### DATA FOR THIS EXERCISE
import type { HistoryAnswer, ModeTable, SweepAnswer } from "../../answers/answer.ts";
import { formatNumber } from "../../units/show.ts";
import { type ShownSeries, shownSeries } from "../answer-series.ts";
import { inUnit, type UnitView } from "../units/unit-view.ts";
import type { Axis, CurvePanel, Figure } from "./figure.ts";

/** Amplitude over frequency on log axes, one panel a unit, and the phase below them. */
export function sweepFigure(name: string, answer: SweepAnswer, units: UnitView): Figure {
  const series = shownSeries(answer, units);
  const x: Axis = { label: "frequency", unit: "Hz", scale: "log", ...ends("log", answer.frequencyHz) };
  const phase: CurvePanel = {
    kind: "curves",
    x,
    y: { label: "phase", unit: "deg", scale: "linear", from: -180, to: 180, ticks: [-180, -90, 0, 90, 180] },
    share: 1,
    curves: series.map((each, style) => ({ name: each.quantity, x: each.x, y: each.phase ?? [], style })),
    marks: [],
  };
  return {
    title: name,
    description: describe(name, "sweep", series, units),
    panels: [...panelsByUnit(series, x, "log"), phase],
  };
}

/** Values over time, one panel a unit. */
export function historyFigure(name: string, answer: HistoryAnswer, units: UnitView): Figure {
  const series = shownSeries(answer, units);
  const x: Axis = { label: "time", unit: "s", scale: "linear", ...ends("linear", answer.timeS) };
  return {
    title: name,
    description: describe(name, "history", series, units),
    panels: panelsByUnit(series, x, "linear"),
  };
}

/** Shapes of the elastic modes, a bar for each coordinate; at most `most` modes. */
export function modesFigure(
  table: ModeTable,
  coordinates: readonly string[],
  units: UnitView,
  most = 6,
): Figure {
  const modes = table.modes.filter((mode) => mode.number !== null && mode.number > 0).slice(0, most);
  const titles = modes.map((mode) => {
    const hertz = mode.frequencyHz ?? 0;
    return `mode ${mode.number}: ${inUnit(hertz, units.unitFor("Hz", hertz))}`;
  });
  return {
    title: "modes",
    description: `Shapes of ${modes.length} modes. ${titles.join(", ")}.`,
    panels: modes.map((mode, i) => ({
      kind: "bars",
      title: titles[i],
      share: 1,
      bars: coordinates.map((coordinate, c) => ({ name: coordinate, value: mode.shape.re[c] })),
    })),
  };
}

function panelsByUnit(series: readonly ShownSeries[], x: Axis, scale: "linear" | "log"): CurvePanel[] {
  const texts = [...new Set(series.map((each) => each.unit.text))];
  return texts.map((unit) => {
    const own = series.filter((each) => each.unit.text === unit);
    return {
      kind: "curves",
      x,
      y: { label: scale === "log" ? "amplitude" : "value", unit, scale },
      share: 2,
      curves: own.map((each) => ({
        name: each.quantity,
        x: each.x,
        y: each.values,
        style: series.indexOf(each),
      })),
      marks: own.flatMap(({ peak, unit: { text } }) =>
        "reason" in peak || scale === "linear"
          ? []
          : [
              {
                x: peak.at,
                y: peak.value,
                label: `${formatNumber(peak.value)} ${text} at ${formatNumber(peak.at)} Hz`,
              },
            ],
      ),
    };
  });
}

function ends(scale: "linear" | "log", x: Float64Array): { from?: number; to?: number } {
  const [from, to] = [x[0], x[x.length - 1]];
  return from < to && (scale === "linear" || from > 0) ? { from, to } : {};
}

function describe(name: string, kind: string, series: readonly ShownSeries[], units: UnitView): string {
  const x = kind === "sweep" ? "Hz" : "s";
  const peaks = series.map(({ quantity, unit, peak }) =>
    "reason" in peak
      ? `${quantity}: ${peak.reason}`
      : `${quantity} peaks at ${inUnit(peak.value * unit.factor, unit)} at ${inUnit(peak.at, units.unitFor(x, peak.at))}`,
  );
  return `${kind} ${name}. ${peaks.join(", ")}.`;
}
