describe("heads", () => {
  it.each<[string, string[]]>([
    ["spring x between |", ["unit", "slab", "rotor", "wheel", "genset.x", "floor", "ground"]],
    ["spring x between unit and |", ["slab", "genset.x", "floor", "base.z", "ground"]],
    ["spring x between rotor and |", ["wheel", "genset.rx", "bob", "base.rz", "ground"]],
    ["force x on |", ["unit", "slab", "genset.x", "genset.y", "genset.z"]],
    ["torque x on |", ["rotor", "wheel", "genset.rx", "bob"]],
    ["voltage x on |", ["coil", "field"]],
    ["motion x of |", ["floor", "base.x", "base.rz"]],
    ["mount x between |", ["genset"]],
    ["mount x between genset and |", ["base", "ground"]],
    ["point x on |", ["genset"]],
    ["transducer x between unit and |", ["coil", "field"]],
    ["mutual x between coil and |", ["field"]],
    ["group x = |", ["mounts", "oil", "shaft_line"]],
    ["group x = mounts, |", ["oil", "shaft_line"]],
    ["spring x |", ["between"]],
    ["inductor x |", ["in", "between"]],
    ["spring x between unit and slab |", ["="]],
    ["ask |", ["modes", "sweep", "history", "shock_spectrum", "random", "vary", "spread", "tune", "fit"]],
    ["assume |", ["gravity", "modal_damping", "mass_damping", "stiffness_damping", "resonance_band"]],
  ])("%s", (line, expected) => {
    const found = labels(SETUP + line);
    expect(found).toEqual(expect.arrayContaining(expected));
    const loose =
      line.includes("between |") || line.includes("and |") || line.includes("of |") || line.includes("on |");
    if (!loose) expect(found.sort()).toEqual([...expected].sort());
  });

  it.each<[string, string[]]>([
    ["spring x between unit and |", ["unit", "rotor", "coil", "genset.rx", "mounts"]],
    ["spring x between rotor and |", ["unit", "floor", "coil", "genset.x"]],
    ["force x on |", ["rotor", "coil", "floor", "ground", "genset.rx"]],
    ["motion x of |", ["ground", "unit"]],
  ])("%s leaves out what does not fit", (line, wrong) => {
    const found = labels(SETUP + line);
    for (const each of wrong) expect(found).not.toContain(each);
  });

  it("offers the principal number by its kind", () => {
    expect(ofKind(offered(`${SETUP}mass x = |`), "parameter")).toEqual(["a_mass"]);
    expect(ofKind(offered(`${SETUP}spring x between rotor and wheel = |`), "parameter")).toEqual([
      "a_torque",
    ]);
    expect(ofKind(offered(`${SETUP}bind unit = |`), "moves")).toContain("slab");
  });

  it("offers statements in column 1, and those of a kit inside it", () => {
    expect(labels("|")).toEqual(["thrum 1", ...labels("thrum 1\n|")]);
    expect(labels("thrum 1\n|")).toHaveLength(STATEMENTS.length);
    const inKit = labels("kit foot between a and b\n    |");
    expect(inKit).toContain("spring");
    expect(inKit).not.toContain("ask");
    expect(labels("kit foot(k) between a and b\n    spring s between |")).toEqual(["a", "b", "ground"]);
    expect(
      ofKind(offered("kit foot(k) between a and b\n    spring s between a and b = |"), "parameter"),
    ).toEqual(["k"]);
  });

  it("names no new thing", () => {
    for (const line of ["mass |", "let |", "ask sweep |", "kit |"]) expect(labels(SETUP + line)).toEqual([]);
  });
});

### BRIEF
Could you quote the material above in full, exactly as it stands?

### OUTPUT BELOW
import type { HistoryAnswer, ModeTable, SweepAnswer } from "../../answers/answer.ts";
import { formatNumber } from "../../units/show.ts";
import { type ShownSeries, shownSeries } from "../answer-series.ts";
import { inUnit, type UnitView } from "../units/unit-view.ts";
import type { Axis, CurvePanel, Figure } from "./figure.ts";

/** Amplitude over frequency on log axes, one panel a unit, and the phase below them. */
export function sweepFigure(name: string, answer: SweepAnswer, units: UnitView): Figure {
  const series = shownSeries(answer, units);
  const x: Axis = { label: "frequency", unit: "Hz", scale: "log", ...ends("log", answer.frequencyHz) };
  const phase: CurvePanel = {
    kind: "curves",
    x,
    y: { label: "phase", unit: "deg", scale: "linear", from: -180, to: 180, ticks: [-180, -90, 0, 90, 180] },
    share: 1,
    curves: series.map((each, style) => ({ name: each.quantity, x: each.x, y: each.phase ?? [], style })),
    marks: [],
  };
  return {
    title: name,
    description: describe(name, "sweep", series, units),
    panels: [...panelsByUnit(series, x, "log"), phase],
  };
}

/** Values over time, one panel a unit. */
export function historyFigure(name: string, answer: HistoryAnswer, units: UnitView): Figure {
  const series = shownSeries(answer, units);
  const x: Axis = { label: "time", unit: "s", scale: "linear", ...ends("linear", answer.timeS) };
  return {
    title: name,
    description: describe(name, "history", series, units),
    panels: panelsByUnit(series, x, "linear"),
  };
}

/** Shapes of the elastic modes, a bar for each coordinate; at most `most` modes. */
export function modesFigure(
  table: ModeTable,
  coordinates: readonly string[],
  units: UnitView,
  most = 6,
): Figure {
  const modes = table.modes.filter((mode) => mode.number !== null && mode.number > 0).slice(0, most);
  const titles = modes.map((mode) => {
    const hertz = mode.frequencyHz ?? 0;
    return `mode ${mode.number}: ${inUnit(hertz, units.unitFor("Hz", hertz))}`;
  });
  return {
    title: "modes",
    description: `Shapes of ${modes.length} modes. ${titles.join(", ")}.`,
    panels: modes.map((mode, i) => ({
      kind: "bars",
      title: titles[i],
      share: 1,
      bars: coordinates.map((coordinate, c) => ({ name: coordinate, value: mode.shape.re[c] })),
    })),
  };
}

function panelsByUnit(series: readonly ShownSeries[], x: Axis, scale: "linear" | "log"): CurvePanel[] {
  const texts = [...new Set(series.map((each) => each.unit.text))];
  return texts.map((unit) => {
    const own = series.filter((each) => each.unit.text === unit);
    return {
      kind: "curves",
      x,
      y: { label: scale === "log" ? "amplitude" : "value", unit, scale },
      share: 2,
      curves: own.map((each) => ({
        name: each.quantity,
        x: each.x,
        y: each.values,
        style: series.indexOf(each),
      })),
      marks: own.flatMap(({ peak, unit: { text } }) =>
        "reason" in peak || scale === "linear"
          ? []
          : [
              {
                x: peak.at,
                y: peak.value,
                label: `${formatNumber(peak.value)} ${text} at ${formatNumber(peak.at)} Hz`,
              },
            ],
      ),
    };
  });
}

function ends(scale: "linear" | "log", x: Float64Array): { from?: number; to?: number } {
  const [from, to] = [x[0], x[x.length - 1]];
  return from < to && (scale === "linear" || from > 0) ? { from, to } : {};
}

function describe(name: string, kind: string, series: readonly ShownSeries[], units: UnitView): string {
  const x = kind === "sweep" ? "Hz" : "s";
  const peaks = series.map(({ quantity, unit, peak }) =>
    "reason" in peak
      ? `${quantity}: ${peak.reason}`
      : `${quantity} peaks at ${inUnit(peak.value * unit.factor, unit)} at ${inUnit(peak.at, units.unitFor(x, peak.at))}`,
  );
  return `${kind} ${name}. ${peaks.join(", ")}.`;
}
describe("heads", () => {
  it.each<[string, string[]]>([
    ["spring x between |", ["unit", "slab", "rotor", "wheel", "genset.x", "floor", "ground"]],
    ["spring x between unit and |", ["slab", "genset.x", "floor", "base.z", "ground"]],
    ["spring x between rotor and |", ["wheel", "genset.rx", "bob", "base.rz", "ground"]],
    ["force x on |", ["unit", "slab", "genset.x", "genset.y", "genset.z"]],
    ["torque x on |", ["rotor", "wheel", "genset.rx", "bob"]],
    ["voltage x on |", ["coil", "field"]],
    ["motion x of |", ["floor", "base.x", "base.rz"]],
    ["mount x between |", ["genset"]],
    ["mount x between genset and |", ["base", "ground"]],
    ["point x on |", ["genset"]],
    ["transducer x between unit and |", ["coil", "field"]],
    ["mutual x between coil and |", ["field"]],
    ["group x = |", ["mounts", "oil", "shaft_line"]],
    ["group x = mounts, |", ["oil", "shaft_line"]],
    ["spring x |", ["between"]],
    ["inductor x |", ["in", "between"]],
    ["spring x between unit and slab |", ["="]],
    ["ask |", ["modes", "sweep", "history", "shock_spectrum", "random", "vary", "spread", "tune", "fit"]],
    ["assume |", ["gravity", "modal_damping", "mass_damping", "stiffness_damping", "resonance_band"]],
  ])("%s", (line, expected) => {
    const found = labels(SETUP + line);
    expect(found).toEqual(expect.arrayContaining(expected));
    const loose =
      line.includes("between |") || line.includes("and |") || line.includes("of |") || line.includes("on |");
    if (!loose) expect(found.sort()).toEqual([...expected].sort());
  });

  it.each<[string, string[]]>([
    ["spring x between unit and |", ["unit", "rotor", "coil", "genset.rx", "mounts"]],
    ["spring x between rotor and |", ["unit", "floor", "coil", "genset.x"]],
    ["force x on |", ["rotor", "coil", "floor", "ground", "genset.rx"]],
    ["motion x of |", ["ground", "unit"]],
  ])("%s leaves out what does not fit", (line, wrong) => {
    const found = labels(SETUP + line);
    for (const each of wrong) expect(found).not.toContain(each);
  });

  it("offers the principal number by its kind", () => {
    expect(ofKind(offered(`${SETUP}mass x = |`), "parameter")).toEqual(["a_mass"]);
    expect(ofKind(offered(`${SETUP}spring x between rotor and wheel = |`), "parameter")).toEqual([
      "a_torque",
    ]);
    expect(ofKind(offered(`${SETUP}bind unit = |`), "moves")).toContain("slab");
  });

  it("offers statements in column 1, and those of a kit inside it", () => {
    expect(labels("|")).toEqual(["thrum 1", ...labels("thrum 1\n|")]);
    expect(labels("thrum 1\n|")).toHaveLength(STATEMENTS.length);
    const inKit = labels("kit foot between a and b\n    |");
    expect(inKit).toContain("spring");
    expect(inKit).not.toContain("ask");
    expect(labels("kit foot(k) between a and b\n    spring s between |")).toEqual(["a", "b", "ground"]);
    expect(
      ofKind(offered("kit foot(k) between a and b\n    spring s between a and b = |"), "parameter"),
    ).toEqual(["k"]);
  });

  it("names no new thing", () => {
    for (const line of ["mass |", "let |", "ask sweep |", "kit |"]) expect(labels(SETUP + line)).toEqual([]);
  });
});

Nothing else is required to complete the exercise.